I saw an unbelievable funeral procession travelling up to the Evangelistria Church. A Black car with the deceased and the priest led a parade of naval personnel with civilians, while pilgrims were crawling on the right side of a carpeted roadway with tourists shopping. This is material for a T.V. episode.
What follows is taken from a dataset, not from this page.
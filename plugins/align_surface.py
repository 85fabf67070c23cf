"""Built-in plugin `align_surface` (not yet filled in: provides nothing)."""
Sunday brunch was at “Aithrio” restaurant. The fish prices ranged from 8-16 euros. Homemade dishes, grilled meats and chicken ranged from 8-9 euros. It was a typical Tinos island waterfront tavern with cloth tablecloths. An artichoke pita was the special dish of the day. The crusty Italian bread was straight from the oven. A cheaper alternative to a tavern are the numerous snack bars doting the waterfront. I had a coffee frappe for 2 euros from “Mikrogevmata Angelo” (Angelo’s Snack Bar). Sandwiches, pizza, burgers, beverages, salads and other fast foods ranged from 1 to 5 euros. Snack bars are becoming popular in this economy. Waterfront signs said “Rent a bike and car”.
Public transportation is difficult. The Ktel bus terminal has two programs of sightseeing. For 12 euros a person, a tourist can see the main island’s villages such as St. Pelagia’s monastery, Tarampados, Pirgos, Panormos, Volax and Kolimpithra. For more information visit firstname.lastname@example.org. The Golden Star Super ferry travels to Rafina, Naxos and Mykonos. The local grocery store sold Tinos loucoumi (Turkish delight) for 2 ½ euros, half the price in mainland Greece.
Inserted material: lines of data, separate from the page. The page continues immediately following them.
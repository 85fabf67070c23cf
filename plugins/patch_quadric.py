"""Built-in plugin ``patch_quadric``: cortical source patches by quadric decimation.

Per hemisphere: decimate to the wanted number of centres (Garland & Heckbert
1997 quadric error, through fast-simplification), take the nearest original
vertices as seeds, give every vertex to its nearest seed along the surface
(multi-source Dijkstra on the edge graph), optionally recentre the seeds by
Lloyd steps, then measure each patch (area, area-weighted mean normal,
normal spread). Islands and patches outside / too close to the inner skull
are reported (and removed per option). Method notes: ``docs/source-patches.md``.
"""
from __future__ import annotations

from collections.abc import Sequence
from dataclasses import dataclass

import numpy as np

from prep import hookimpl
from prep.descriptors import PatchMaker
from prep.errors import UsageError
from prep.geometry.clearance import DEFAULT_MIN_DISTANCE_MM, clearance_findings, surface_clearance
from prep.geometry.meshcheck import inspect_mesh, mesh_findings
from prep.geometry.meshstats import (face_areas, face_cross, referenced, vertex_adjacency, vertex_areas,
                                     vertex_normals)
from prep.geometry.patching import (assign_along_surface, count_for_spacing, decimation_seeds, patch_statistics,
                                    recentre_seeds)
from prep.model import Finding, Patches, Surface

ISLAND_POLICIES = ("keep-largest", "fail")
#: a piece of a surface is an "island" when its area is below this fraction of the largest piece's
#: (a file holding both hemispheres has two main pieces of similar area). Decision of ours.
MAIN_PIECE_FRACTION = 0.5

DEFAULTS = {"count": 8000, "spacing_mm": 0.0, "exclude": True, "min_distance_mm": DEFAULT_MIN_DISTANCE_MM,
            "islands": "keep-largest", "refine": 1}

SOURCE = "patch maker 'quadric'"


def _name(surface: Surface, index: int) -> str:
    if surface.role not in ("unknown", "cortex"):
        return surface.role
    return surface.provenance.file or f"surface {index}"


def _allocate(areas: np.ndarray, count: int) -> np.ndarray:
    """Split ``count`` over surfaces in proportion to ``areas`` (largest remainder, at least 1 each)."""
    share = count * areas / areas.sum()
    n = np.floor(share).astype(np.int64)
    rest = count - int(n.sum())
    if rest > 0:
        n[np.argsort(share - n)[::-1][:rest]] += 1
    return np.maximum(n, 1)


def _main_pieces(surface: Surface, labels: np.ndarray, face_area: np.ndarray, name: str,
                 policy: str) -> tuple[np.ndarray, list[Finding]]:
    """Faces to use (k,) bool, and the ``mesh.islands`` finding.

    ``labels`` (n,) is the component of each vertex, ``face_area`` (k,) m^2.
    """
    v, f = surface.vertices, surface.faces
    n_comp = int(labels.max()) + 1
    face_lab = labels[f[:, 0]]
    comp_area = np.bincount(face_lab, weights=face_area, minlength=n_comp)
    pieces = np.unique(face_lab)
    if len(pieces) <= 1:
        return np.ones(len(f), bool), []
    main = comp_area >= MAIN_PIECE_FRACTION * comp_area.max()
    islands = np.setdiff1d(pieces, np.flatnonzero(main))
    if islands.size == 0:
        return np.ones(len(f), bool), []
    keep = main[face_lab]
    n_vert = int(np.isin(labels, islands).sum())
    removed = policy == "keep-largest"
    msg = (f"{name}: {islands.size} disconnected pieces smaller than {MAIN_PIECE_FRACTION:g} of the largest "
           f"({n_vert} vertices, {comp_area[islands].sum() * 1e6:.3g} mm^2 in all)")
    finding = Finding(code="mesh.islands", severity="warn" if removed else "fail",
                      message=msg + ("; left out of the patches" if removed else
                                     "; refused (islands = 'fail'): clean the mesh or use 'keep-largest'"),
                      subjects=(name,), source=SOURCE,
                      values={"islands": int(islands.size), "island_vertices": n_vert,
                              "island_area_m2": float(comp_area[islands].sum()), "removed": removed},
                      threshold={"main_piece_fraction": MAIN_PIECE_FRACTION})
    return (keep if removed else np.ones(len(f), bool)), [finding]


def _hemisphere(surface: Surface, centres: np.ndarray) -> np.ndarray:
    if surface.role == "cortex_left":
        return np.zeros(len(centres), np.int8)
    if surface.role == "cortex_right":
        return np.ones(len(centres), np.int8)
    return (centres[:, 0] >= 0).astype(np.int8)  # anatomy frame is RAS: +x to the right


@dataclass(frozen=True)
class _Prepared:
    """One surface, measured: faces kept, edge graph, area and findings."""

    keep: np.ndarray
    face_piece: np.ndarray
    graph: object
    cross: np.ndarray
    area: float
    n_unreferenced: int
    findings: tuple[Finding, ...]
    flip: bool


def _prepare(s: Surface, name: str, islands: str) -> _Prepared:
    cross = face_cross(s.vertices, s.faces)
    report = inspect_mesh(s.vertices, s.faces, self_intersection=False, cross=cross)
    found = [f for f in mesh_findings(report, name=name, must_be_closed=False, source=SOURCE)
             if f.code != "mesh.islands"]
    # a closed, consistently wound surface with negative volume is wound inward: use outward normals
    flip = report.closed and not len(report.winding_conflict_edges) and report.volume < 0
    fa = face_areas(s.vertices, s.faces, cross=cross)
    keep, fnd = _main_pieces(s, report.vertex_component, fa, name, islands)
    graph = vertex_adjacency(s.vertices, s.faces, unique_edges=report.edges.unique)
    area = float(fa[keep].sum())
    return _Prepared(keep=keep, face_piece=report.vertex_component[s.faces[keep][:, 0]], graph=graph, cross=cross[keep], area=area,
                     n_unreferenced=int((~referenced(len(s.vertices), s.faces)).sum()),
                     findings=tuple(found + fnd), flip=flip)


def _partition(s: Surface, prep: _Prepared, target: int, *, refine: int) -> dict:
    """Seeds, membership along the surface, Lloyd steps and statistics for one surface."""
    v, f = s.vertices, s.faces[prep.keep]
    weights = vertex_areas(v, f, cross=prep.cross)
    # each piece (e.g. both hemispheres in one file) is decimated to its share of the target on its own
    pieces, piece_of_face = np.unique(prep.face_piece, return_inverse=True)
    piece_area = np.bincount(piece_of_face.reshape(-1), weights=0.5 * np.linalg.norm(prep.cross, axis=1),
                             minlength=len(pieces))
    shares = _allocate(piece_area, int(target)) if len(pieces) > 1 else [int(target)]
    seeds = np.unique(np.concatenate([decimation_seeds(v, f[piece_of_face.reshape(-1) == i], int(n))
                                      for i, n in enumerate(shares)]))
    patch, _ = assign_along_surface(v, f, seeds, graph=prep.graph)
    for _ in range(refine):
        seeds = recentre_seeds(v, patch, len(seeds), weights)
        patch, _ = assign_along_surface(v, f, seeds, graph=prep.graph)
    # the centre: the member nearest the members' area-weighted centroid (the seed itself once converged)
    centres = v[recentre_seeds(v, patch, len(seeds), weights)]
    nrm, _ = vertex_normals(v, f, cross=prep.cross)
    if prep.flip:
        nrm = -nrm
    a, n, spr = patch_statistics(v, f, patch, len(seeds), vertex_area=weights, vertex_normal=nrm)
    return {"centres": centres, "normals": n, "areas": a, "spread": spr, "patch": patch,
            "unreached": int((patch[referenced(len(v), f)] < 0).sum())}


def make(surfaces: Sequence[Surface], *, inner_skull: Surface | None = None, count: int = 8000,
         spacing_mm: float = 0.0, exclude: bool = True, min_distance_mm: float = DEFAULT_MIN_DISTANCE_MM,
         islands: str = "keep-largest", refine: int = 1) -> Patches:
    """Turn cortex surfaces into patches.

    Parameters
    ----------
    surfaces : sequence of Surface
        One per hemisphere (role ``cortex_left`` / ``cortex_right``) or a single
        ``cortex``; metres, one frame.
    inner_skull : Surface or None
        Closed surface in the same frame, for ``patches.outside`` / ``too-close``.
    count : int
        Total number of patches over all surfaces, split in proportion to area.
    spacing_mm : float
        If > 0, the mean centre spacing (mm) instead of ``count``.
    exclude : bool
        Remove patches outside or too close to the inner skull and report them
        here (``warn`` / ``info``). When false, nothing is removed and the
        ``patches`` check reports them (``fail`` / ``warn``), as the pipeline and
        the ``patches`` command run it after the maker.
    min_distance_mm : float
        Closer to the inner skull than this is too close (default 5 mm, common practice).
    islands : {'keep-largest', 'fail'}
        Disconnected small pieces: leave them out (``warn``) or refuse with a ``fail`` finding.
    refine : int
        Lloyd recentring steps (each one more Dijkstra pass).

    Returns
    -------
    Patches
        Centres (n, 3) m (a surface vertex each), unit normals, areas m^2, spread
        rad, hemisphere, ``vertex_patch`` over the surfaces' vertices
        concatenated in order (-1: excluded or island), findings.
    """
    surfaces = list(surfaces)
    if not surfaces:
        raise UsageError("patches: no cortex surface given")
    if islands not in ISLAND_POLICIES:
        raise UsageError(f"patches: islands must be one of {', '.join(ISLAND_POLICIES)}, got {islands!r}")
    if spacing_mm < 0 or (spacing_mm == 0 and count < 1):
        raise UsageError(f"patches: count must be >= 1 (got {count}) and spacing_mm >= 0 (got {spacing_mm})")
    if refine < 0:
        raise UsageError(f"patches: refine must be >= 0, got {refine}")
    frames = {s.frame for s in surfaces} | ({inner_skull.frame} if inner_skull is not None else set())
    if len(frames) > 1:
        raise UsageError(f"patches: surfaces are in different frames: {', '.join(sorted(frames))}")
    names = [_name(s, i) for i, s in enumerate(surfaces)]
    for s, name in zip(surfaces, names):
        if len(s.faces) == 0:
            raise UsageError(f"patches: {name} has no triangles")
        if not np.all(np.isfinite(s.vertices)):
            raise UsageError(f"patches: {name} has non-finite vertex coordinates")
    # sequential on purpose: fast-simplification keeps its mesh in global state, so two decimations
    # in threads corrupt each other (measured: wrong vertex counts)
    prepared = [_prepare(s, name, islands) for s, name in zip(surfaces, names)]
    areas = np.array([p.area for p in prepared])
    if spacing_mm > 0:
        targets = [count_for_spacing(a, spacing_mm) for a in areas]
    else:
        targets = _allocate(areas, int(count)).tolist()
    parts = [_partition(s, p, t, refine=refine) for s, p, t in zip(surfaces, prepared, targets)]
    findings = [f for p in prepared for f in p.findings]
    offsets = np.cumsum([0] + [len(p["centres"]) for p in parts])
    cols = {k: [p[k] for p in parts] for k in ("centres", "normals", "areas", "spread")}
    cols["hemi"] = [_hemisphere(s, p["centres"]) for s, p in zip(surfaces, parts)]
    cols["vp"] = [np.where(p["patch"] >= 0, p["patch"] + o, -1) for p, o in zip(parts, offsets)]
    n_unref = sum(p.n_unreferenced for p in prepared)
    n_unreached = sum(p["unreached"] for p in parts)
    centres = np.concatenate(cols["centres"])
    vertex_patch = np.concatenate(cols["vp"])
    if n_unref or n_unreached:
        findings.append(Finding(code="mesh.unreferenced", severity="info", source=SOURCE,
                                message=f"{n_unref} vertices belong to no triangle and {n_unreached} to a piece "
                                        "without a patch centre; they were given to no patch",
                                values={"unreferenced": n_unref, "unreached": n_unreached}))
    remove = np.zeros(len(centres), bool)
    if inner_skull is not None and exclude:
        # removed patches are reported here; kept ones are left to the 'patches' check (no double report)
        inside, dist = surface_clearance(centres, inner_skull.vertices, inner_skull.faces)
        remove = ~inside | (dist * 1e3 < min_distance_mm)
        findings += clearance_findings(inside, dist, min_distance_mm=min_distance_mm, excluded=True, source=SOURCE)
    keep_p = ~remove
    newid = np.where(keep_p, np.cumsum(keep_p) - 1, -1)
    vertex_patch = np.where(vertex_patch >= 0, newid[np.maximum(vertex_patch, 0)], -1)
    return Patches(centres=centres[keep_p], normals=np.concatenate(cols["normals"])[keep_p],
                   areas=np.concatenate(cols["areas"])[keep_p], spread=np.concatenate(cols["spread"])[keep_p],
                   hemisphere=np.concatenate(cols["hemi"])[keep_p], vertex_patch=vertex_patch,
                   frame=surfaces[0].frame, findings=tuple(findings))


@hookimpl
def headprep_register_patch_makers() -> list[PatchMaker]:
    return [PatchMaker(name="quadric", make=make, defaults=DEFAULTS,
                       requires=("fast_simplification", "scipy", "trimesh"),
                       description="quadric decimation, membership along the surface, area/normal/spread per patch")]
Incense for blessing one’s home is expensive in New York. Numerous shops had numerous kinds of incense packets for 1 euro. Magdalini “Magda” Triantafillou, a perky proprietor of “Religious Products” on the road to “Panagia tis Tinou” at Megaloharis 29, tel. 693807-8575, sold me icons and novelties. She had rows of icons on crystals, car religious hangings crosses, religious bracelets, replicas of religious sights that were incredibly beautiful. I bought icons on wood, filakta (miniature satin squares with blessed flowers) to take home. “I was in a motorcycle accident. Praying to the ‘Panagia tis Tinou’ saved me. Her deep religious faith is exceptional. Talking to this businesswoman showed me the soul of Tinos. Her hospitality is like the PBS series of the islanders in “The Durrells in Corfu”.
What made this a great trip was Kapogiannis Tours selection of Meltemi hotel at Filatiou 3. Its location is strategic. At corner, a pilgrim/tourist sees the Evangelistria Church. I had a private room with a balcony. I had a TV, refrigerator, Wi-Fi private bathroom. There was no stress in walking to church, shopping or dining. Anna is the manager. The snack bar and dining area was gave a traveler a comfortable feeling. Traveling with a Greek tourist agency, such as Kapogiannis Tours, was economical. Traveling makes you a happier person by building self-confidence, providing new experiences and memories, and allowing you to meet people from all over the world.